- **Problem to solve**
How many lines below contain the string "that"? Reply with the figure and no further words.

##### Task material

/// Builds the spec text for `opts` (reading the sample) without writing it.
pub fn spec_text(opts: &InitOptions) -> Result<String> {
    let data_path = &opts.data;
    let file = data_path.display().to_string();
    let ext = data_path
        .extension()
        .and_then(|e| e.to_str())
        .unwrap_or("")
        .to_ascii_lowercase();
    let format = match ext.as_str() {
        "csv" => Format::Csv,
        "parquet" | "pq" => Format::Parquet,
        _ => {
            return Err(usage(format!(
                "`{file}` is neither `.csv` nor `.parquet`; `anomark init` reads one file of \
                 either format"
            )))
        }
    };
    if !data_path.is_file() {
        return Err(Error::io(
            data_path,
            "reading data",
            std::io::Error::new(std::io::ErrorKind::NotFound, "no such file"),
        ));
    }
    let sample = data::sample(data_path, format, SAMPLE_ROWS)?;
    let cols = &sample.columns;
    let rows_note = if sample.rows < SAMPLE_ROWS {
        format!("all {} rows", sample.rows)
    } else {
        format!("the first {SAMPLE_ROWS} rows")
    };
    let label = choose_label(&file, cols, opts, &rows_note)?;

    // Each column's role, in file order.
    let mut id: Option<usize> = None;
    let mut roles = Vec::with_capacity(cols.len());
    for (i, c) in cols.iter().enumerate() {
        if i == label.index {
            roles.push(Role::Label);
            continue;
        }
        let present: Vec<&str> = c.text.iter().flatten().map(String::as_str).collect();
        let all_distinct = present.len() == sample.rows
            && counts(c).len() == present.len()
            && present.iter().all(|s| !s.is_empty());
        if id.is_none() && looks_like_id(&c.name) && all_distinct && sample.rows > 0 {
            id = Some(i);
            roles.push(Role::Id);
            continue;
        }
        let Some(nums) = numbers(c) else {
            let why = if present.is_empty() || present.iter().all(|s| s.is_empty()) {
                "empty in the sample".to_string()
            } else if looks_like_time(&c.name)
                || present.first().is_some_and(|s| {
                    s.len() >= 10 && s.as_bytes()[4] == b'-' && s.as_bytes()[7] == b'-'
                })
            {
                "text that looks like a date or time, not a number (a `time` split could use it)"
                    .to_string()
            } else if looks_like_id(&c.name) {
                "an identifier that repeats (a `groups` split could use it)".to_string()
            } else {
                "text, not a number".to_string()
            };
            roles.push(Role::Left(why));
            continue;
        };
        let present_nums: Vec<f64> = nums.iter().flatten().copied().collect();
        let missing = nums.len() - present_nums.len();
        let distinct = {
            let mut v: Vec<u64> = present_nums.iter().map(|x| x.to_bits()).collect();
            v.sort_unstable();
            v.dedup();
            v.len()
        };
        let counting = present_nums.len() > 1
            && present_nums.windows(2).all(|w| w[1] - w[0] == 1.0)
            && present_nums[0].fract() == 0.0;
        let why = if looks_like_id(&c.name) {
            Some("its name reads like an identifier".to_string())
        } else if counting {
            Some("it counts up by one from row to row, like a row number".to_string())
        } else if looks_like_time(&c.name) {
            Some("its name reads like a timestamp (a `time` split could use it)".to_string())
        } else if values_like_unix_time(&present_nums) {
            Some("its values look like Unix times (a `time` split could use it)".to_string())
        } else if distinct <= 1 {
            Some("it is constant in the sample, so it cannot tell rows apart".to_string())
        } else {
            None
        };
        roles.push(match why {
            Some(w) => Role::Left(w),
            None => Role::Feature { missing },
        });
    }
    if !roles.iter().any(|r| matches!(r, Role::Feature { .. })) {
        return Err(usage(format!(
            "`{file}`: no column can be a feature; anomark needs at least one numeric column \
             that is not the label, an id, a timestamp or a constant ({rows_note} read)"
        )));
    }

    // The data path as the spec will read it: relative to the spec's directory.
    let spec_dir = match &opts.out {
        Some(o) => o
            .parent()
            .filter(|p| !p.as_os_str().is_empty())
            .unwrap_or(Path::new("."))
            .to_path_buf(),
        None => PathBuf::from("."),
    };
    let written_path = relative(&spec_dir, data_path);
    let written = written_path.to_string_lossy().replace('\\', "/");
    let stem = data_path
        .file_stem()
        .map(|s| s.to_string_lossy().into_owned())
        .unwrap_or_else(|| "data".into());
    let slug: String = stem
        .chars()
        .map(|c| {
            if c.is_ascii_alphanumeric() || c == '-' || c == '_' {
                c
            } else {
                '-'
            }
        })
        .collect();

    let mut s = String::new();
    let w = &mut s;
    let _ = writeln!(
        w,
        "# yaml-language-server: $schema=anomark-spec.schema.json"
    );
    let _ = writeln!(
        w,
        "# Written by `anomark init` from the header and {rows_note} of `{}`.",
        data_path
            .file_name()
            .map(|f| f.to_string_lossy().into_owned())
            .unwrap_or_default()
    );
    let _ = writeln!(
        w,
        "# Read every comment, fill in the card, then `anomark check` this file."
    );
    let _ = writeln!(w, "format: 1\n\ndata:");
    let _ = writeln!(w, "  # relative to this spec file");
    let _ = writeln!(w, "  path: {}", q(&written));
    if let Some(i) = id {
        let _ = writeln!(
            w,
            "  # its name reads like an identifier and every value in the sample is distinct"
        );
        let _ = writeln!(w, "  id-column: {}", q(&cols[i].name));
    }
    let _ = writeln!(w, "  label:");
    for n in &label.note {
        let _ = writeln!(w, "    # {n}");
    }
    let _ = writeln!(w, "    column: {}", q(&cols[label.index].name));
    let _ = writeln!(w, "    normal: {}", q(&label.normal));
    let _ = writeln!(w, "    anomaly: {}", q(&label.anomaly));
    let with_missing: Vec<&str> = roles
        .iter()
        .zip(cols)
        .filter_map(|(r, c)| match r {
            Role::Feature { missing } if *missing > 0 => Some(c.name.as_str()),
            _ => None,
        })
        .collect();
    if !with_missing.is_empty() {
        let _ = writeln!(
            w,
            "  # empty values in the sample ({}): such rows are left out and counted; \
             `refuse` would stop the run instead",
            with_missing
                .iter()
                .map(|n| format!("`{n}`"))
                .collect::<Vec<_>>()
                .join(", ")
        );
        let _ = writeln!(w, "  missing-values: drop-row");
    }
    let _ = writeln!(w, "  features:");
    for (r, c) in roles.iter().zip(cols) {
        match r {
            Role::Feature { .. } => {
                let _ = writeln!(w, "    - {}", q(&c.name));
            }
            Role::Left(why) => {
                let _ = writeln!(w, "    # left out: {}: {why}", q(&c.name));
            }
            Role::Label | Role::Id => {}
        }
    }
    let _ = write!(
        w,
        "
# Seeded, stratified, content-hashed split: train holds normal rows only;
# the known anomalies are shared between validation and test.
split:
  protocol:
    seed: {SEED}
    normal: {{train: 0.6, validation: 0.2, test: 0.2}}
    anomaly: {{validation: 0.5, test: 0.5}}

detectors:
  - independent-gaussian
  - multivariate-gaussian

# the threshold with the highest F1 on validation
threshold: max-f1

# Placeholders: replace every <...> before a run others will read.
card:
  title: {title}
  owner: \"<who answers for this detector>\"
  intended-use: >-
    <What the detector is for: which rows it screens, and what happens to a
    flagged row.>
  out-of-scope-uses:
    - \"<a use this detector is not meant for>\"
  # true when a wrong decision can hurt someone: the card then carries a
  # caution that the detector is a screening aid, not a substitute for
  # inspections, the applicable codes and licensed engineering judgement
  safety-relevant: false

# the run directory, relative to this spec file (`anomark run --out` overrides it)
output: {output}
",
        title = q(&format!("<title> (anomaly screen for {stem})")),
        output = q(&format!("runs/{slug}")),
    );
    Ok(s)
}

##########

- **Task result**
4